Electronic Health & Medical Records: A New Patient Experience
The Electronic Health Record (EHR) creates an efficient system that allows the doctor to bring all the information to bear at the time of the visit to make proper judgments. Even though this system changes the processes of the medical practice, it does not take away from the personal attention you will receive or the knowledge your provider must have to adequately treat you.
Technology will not replace doctors. The Electronic Health Record is simply a tool that can be used to improve the healthcare delivered to patients, particularly those with chronic illnesses, over a continuum of care. There are modifications that you can expect with the implementation of an Electronic Health Record.
There are tablets in exam room.
The providers bring their laptop with wireless connectivity into the exam room. Instead of taking down notes in your paper chart, they are able to record your medical status and information directly into the electronic record. Furthermore, all the information they need for your medical evaluation is right there in front of them.
Your doctor knows where you are.
Your whereabouts are displayed in the EHR from the time you check in. You can’t get lost in the waiting room someplace.
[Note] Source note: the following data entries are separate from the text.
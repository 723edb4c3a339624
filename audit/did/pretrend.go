package did

import (
	"gonum.org/v1/gonum/mat"
	"gonum.org/v1/gonum/stat/distuv"
)

// maxLeadBins is how many groups of consecutive leads the pre-trend test
// compares at most.
const maxLeadBins = 4

// leadTest is the joint test that the pre-period (lead) estimates b, with
// cluster-robust covariance v from G clusters, are all zero.
//
// A Wald test of many leads with a cluster-robust covariance over-rejects
// badly when clusters are few: the k×k covariance is estimated from G cluster
// sums and is nearly singular when k approaches G (Cameron & Miller 2015,
// "A Practitioner's Guide to Cluster-Robust Inference", J. Human Resources,
// section VII.B; Hansen 2007). So the leads are first averaged into at most
// maxLeadBins groups of consecutive event times (b̄ = A b, V̄ = A V A'), and
// the statistic W = b̄'V̄⁻¹b̄ is referred to the F distribution with the
// Hotelling T² correction F = W·(G − q)/(q·(G − 1)) on (q, G − q) degrees of
// freedom, q the number of groups. With G ≤ q no test is possible (ok false).
func leadTest(b []float64, v *mat.SymDense, G int) (p float64, ok bool) {
	k := len(b)
	if k == 0 {
		return 0, false
	}
	q := min(k, maxLeadBins)
	if G <= q {
		q = G - 1
	}
	if q < 1 {
		return 0, false
	}
	// A averages consecutive leads: group j holds leads [j*k/q, (j+1)*k/q).
	a := mat.NewDense(q, k, nil)
	for j := 0; j < q; j++ {
		lo, hi := j*k/q, (j+1)*k/q
		for i := lo; i < hi; i++ {
			a.Set(j, i, 1/float64(hi-lo))
		}
	}
	var bb mat.VecDense
	bb.MulVec(a, mat.NewVecDense(k, b))
	var av mat.Dense
	av.Mul(a, v)
	var vv mat.Dense
	vv.Mul(&av, a.T())
	vs := mat.NewSymDense(q, nil)
	for i := 0; i < q; i++ {
		for j := i; j < q; j++ {
			vs.SetSym(i, j, (vv.At(i, j)+vv.At(j, i))/2)
		}
	}
	w, _, _, ok := waldChi2(bb.RawVector().Data, vs)
	if !ok {
		return 0, false
	}
	f := w * float64(G-q) / (float64(q) * float64(G-1))
	p = distuv.F{D1: float64(q), D2: float64(G - q)}.Survival(f)
	return p, finite(p)
}
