// fitStackedPoisson fits the Poisson model with one fixed effect per block
// (stacked unit), one per stack month and the single regressor d, by
// Newton's method on the likelihood with the unit effects concentrated out:
// given the rest, a unit's effect is log(Σ_t y / Σ_t exp(γ_t + βd)), which
// turns each unit's counts into a multinomial over its months (Hausman, Hall &
// Griliches 1984). The month effects of a stack only meet that stack's units,
// so the Hessian is block diagonal plus a border for β and each Newton step
// costs one pass over the data. The estimate, scores and CR1 variance are
// those of the full dummy-variable fit (fitPoissonFE; checked in tests).
func fitStackedPoisson(y, d, w []float64, cl []int, G int, blocks []ppmlBlock, nMonths int) (*ppmlFit, error) {
	// drop blocks with no counts, then stack months with no counts
	var keep []ppmlBlock
	fit := &ppmlFit{}
	monthSum := make([]float64, nMonths)
	for _, b := range blocks {
		n := 0.0
		for i := range b.n {
			n += y[b.start+i]
		}
		if n == 0 || w[b.start] <= 0 {
			if w[b.start] > 0 {
				fit.dropped1++
			}
			continue
		}
		keep = append(keep, b)
		for i := range b.n {
			monthSum[b.tOff+i] += y[b.start+i]
		}
	}
	if len(keep) < 2 {
		return nil, errors.New("fewer than 2 stacked units with any count")
	}
	// free month parameters: per stack the first active month is fixed at 0
	free := make([]int, nMonths) // index into the stack's free list, −1 fixed, −2 inactive
	type stack struct{ off, n, m int }
	stacks := map[int]*stack{}
	var order []int
	for _, b := range keep {
		if _, ok := stacks[b.tOff]; !ok {
			stacks[b.tOff] = &stack{off: b.tOff, n: b.n}
			order = append(order, b.tOff)
		}
	}
	activeMonths := 0
	for _, off := range order {
		s := stacks[off]
		first := true
		for t := s.off; t < s.off+s.n; t++ {
			switch {
			case monthSum[t] == 0:
				free[t] = -2
				fit.dropped2++
			case first:
				free[t] = -1
				first = false
				activeMonths++
			default:
				free[t] = s.m
				s.m++
				activeMonths++
			}
		}
	}
	gam := make([]float64, nMonths)
	for t := range gam {
		if free[t] == -2 {
			continue
		}
		gam[t] = math.Log(monthSum[t])
	}
	for _, off := range order { // normalise so the fixed month is 0
		s := stacks[off]
		base := 0.0
		for t := s.off; t < s.off+s.n; t++ {
			if free[t] == -1 {
				base = gam[t]
			}
		}
		for t := s.off; t < s.off+s.n; t++ {
			gam[t] -= base
		}
	}
	beta := 0.0
	maxN := 0
	for _, b := range keep {
		maxN = max(maxN, b.n)
	}
	pi := make([]float64, maxN)
	// loglik returns the concentrated log likelihood at (gam, beta).
	loglik := func(gam []float64, beta float64) float64 {
		ll := 0.0
		for _, b := range keep {
			mx := math.Inf(-1)
			for i := range b.n {
				if free[b.tOff+i] != -2 {
					mx = max(mx, gam[b.tOff+i]+beta*d[b.start+i])
				}
			}
			z := 0.0
			for i := range b.n {
				if free[b.tOff+i] != -2 {
					z += math.Exp(gam[b.tOff+i] + beta*d[b.start+i] - mx)
				}
			}
			lz := mx + math.Log(z)
			for i := range b.n {
				if yv := y[b.start+i]; yv > 0 {
					ll += w[b.start] * yv * (gam[b.tOff+i] + beta*d[b.start+i] - lz)
				}
			}
		}
		return ll
	}
	// derivatives at the current point
	A := map[int]*mat.SymDense{}
	gG := map[int][]float64{}
	B := map[int][]float64{}
	var gB, cBB float64
	deriv := func() {
		gB, cBB = 0, 0
		for _, off := range order {
			m := stacks[off].m
			if A[off] == nil {
				A[off] = mat.NewSymDense(max(m, 1), nil)
			} else {
				A[off].Zero()
			}
			gG[off] = make([]float64, m)
			B[off] = make([]float64, m)
		}
		for _, b := range keep {
			blockProbs(b, gam, beta, d, free, pi)
			n := 0.0
			for i := range b.n {
				n += y[b.start+i]
			}
			wu := w[b.start]
			xbar := 0.0
			for i := range b.n {
				xbar += pi[i] * d[b.start+i]
			}
			a := A[b.tOff].RawSymmetric()
			gg, bb := gG[b.tOff], B[b.tOff]
			for i := range b.n {
				fi := free[b.tOff+i]
				r := y[b.start+i] - n*pi[i]
				gB += wu * d[b.start+i] * r
				if fi < 0 {
					continue
				}
				gg[fi] += wu * r
				bb[fi] += wu * n * pi[i] * (d[b.start+i] - xbar)
				row := a.Data[fi*a.Stride:]
				row[fi] += wu * n * pi[i]
				for j := i; j < b.n; j++ {
					if fj := free[b.tOff+j]; fj >= 0 {
						row[fj] -= wu * n * pi[i] * pi[j]
					}
				}
			}
			cBB += wu * n * (xbar - xbar*xbar)
		}
	}
	solve := func() (dB float64, dG map[int][]float64, schur float64, q map[int][]float64, err error) {
		q = map[int][]float64{}
		rg := map[int][]float64{}
		schur = cBB
		num := gB
		for _, off := range order {
			m := stacks[off].m
			if m == 0 {
				continue
			}
			var ch mat.Cholesky
			if !ch.Factorize(A[off]) {
				return 0, nil, 0, nil, fmt.Errorf("stacked Poisson: month effects of a stack: %w", errSingular)
			}
			qv := mat.NewVecDense(m, nil)
			if err := ch.SolveVecTo(qv, mat.NewVecDense(m, B[off])); err != nil {
				return 0, nil, 0, nil, errSingular
			}
			rv := mat.NewVecDense(m, nil)
			if err := ch.SolveVecTo(rv, mat.NewVecDense(m, gG[off])); err != nil {
				return 0, nil, 0, nil, errSingular
			}
			q[off], rg[off] = qv.RawVector().Data, rv.RawVector().Data
			for i := range m {
				schur -= B[off][i] * q[off][i]
				num -= B[off][i] * rg[off][i]
			}
		}
		if !(schur > 1e-12*max(cBB, 1e-300)) {
			return 0, nil, 0, nil, fmt.Errorf("stacked Poisson: %w (treatment indistinguishable from the fixed effects)", errSingular)
		}
		dB = num / schur
		dG = map[int][]float64{}
		for _, off := range order {
			m := stacks[off].m
			dg := make([]float64, m)
			for i := range m {
				dg[i] = rg[off][i] - q[off][i]*dB
			}
			dG[off] = dg
		}
		return dB, dG, schur, q, nil
	}
	ll := loglik(gam, beta)
	newGam := make([]float64, nMonths)
	for iter := 0; ; iter++ {
		deriv()
		dB, dG, _, _, err := solve()
		if err != nil {
			return nil, err
		}
		step := 1.0
		maxStep := math.Abs(dB)
		for _, dg := range dG {
			for _, v := range dg {
				maxStep = max(maxStep, math.Abs(v))
			}
		}
		for {
			copy(newGam, gam)
			for _, off := range order {
				s := stacks[off]
				for t := s.off; t < s.off+s.n; t++ {
					if fi := free[t]; fi >= 0 {
						newGam[t] += step * dG[off][fi]
					}
				}
			}
			nl := loglik(newGam, beta+step*dB)
			if nl >= ll-1e-12*math.Abs(ll) || step < 1e-8 {
				ll = nl
				break
			}
			step /= 2
		}
		copy(gam, newGam)
		beta += step * dB
		fit.iter = iter + 1
		if maxStep*step < 1e-11 {
			break
		}
		if iter >= 100 || !finite(beta) {
			return nil, errors.New("stacked Poisson: no convergence in 100 Newton steps")
		}
	}
	// sandwich at the optimum: unit scores with the month effects partialled out
	deriv()
	_, _, schur, q, err := solve()
	if err != nil {
		return nil, err
	}
	sc := make([]float64, G)
	used := make([]bool, G)
	nObs := 0
	for _, b := range keep {
		blockProbs(b, gam, beta, d, free, pi)
		n := 0.0
		for i := range b.n {
			n += y[b.start+i]
		}
		wu := w[b.start]
		s := 0.0
		for i := range b.n {
			fi := free[b.tOff+i]
			if fi == -2 {
				continue
			}
			nObs++
			r := wu * (y[b.start+i] - n*pi[i])
			s += d[b.start+i] * r
			if fi >= 0 {
				s -= q[b.tOff][fi] * r
			}
		}
		c := cl[b.start]
		sc[c] += s
		used[c] = true
	}
	kParams := 1 + len(keep) + activeMonths - 1
	Gu := 0
	meat := 0.0
	for g, u := range used {
		if u {
			Gu++
			meat += sc[g] * sc[g]
		}
	}
	if Gu < 2 || nObs <= kParams {
		return nil, fmt.Errorf("stacked Poisson: %d clusters, %d observations for %d parameters", Gu, nObs, kParams)
	}
	fit.adj = float64(Gu) / float64(Gu-1) * float64(nObs-1) / float64(nObs-kParams)
	fit.beta = []float64{beta}
	fit.vcov = mat.NewSymDense(1, []float64{fit.adj * meat / (schur * schur)})
	fit.g = Gu
	fit.nObs = nObs
	a := make([]float64, G)
	for g := range a {
		a[g] = sc[g] / schur
	}
	fit.a = [][]float64{a}
	return fit, nil
}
E-prescriptions save you time.
Prescriptions are sent directly to your pharmacy. You no longer have to keep track of the piece of paper your provider scribbled on and wait a long time at the pharmacy for your medication. The EHR also allows providers to print legible and complete prescriptions, reducing the likelihood for errors.
Your safety is maintained.
The EHR keeps track of your medications and allergies. The medication and problem lists automatically warn the provider if a prescription has been entered for a drug the patient is allergic to or one that interacts with another drug the patient is taking. If the provider is unsure of a dosage or contraindication, the information can be accessed in a few of mouse clicks.
HIPAA regulations still matter.
There are several layers of security within the Electronic Health Record. Each staff member has a secure user name and password. There is also the ability to complete electronic audits to check who has accessed what part of the medical record. There is also an automatic log-off system after a certain period of time, so no one can access your patient’s files while your computer is unattended. Some patients may be concerned that computer records could be susceptible to "hacking." However, the records do not reside on the general internet. So, hacking from a general internet user is not possible.
Your old records are not lost.
For those records that are brought from offices not utilizing the EMR, those papers will be scanned into the system and become part of your electronic chart. Then, they can be accessed whenever necessary. Most physicians keep old paper records in the office for a period of time after converting to an EHR and then send them out to long-term storage. Quite often, the medical practice will scan the paper records for the last two years, plus medication lists, problems lists and relevant tests or studies.
EHR does NOT change the personal attention you receive. Your doctor can spend more time with you instead of searching around for your personal record. The EHR adds about time to each patient encounter; the same time a provider would otherwise use to spend searching through charts and signing off on them at the end of the day. Moreover, every chart is complete when the patient leaves the room.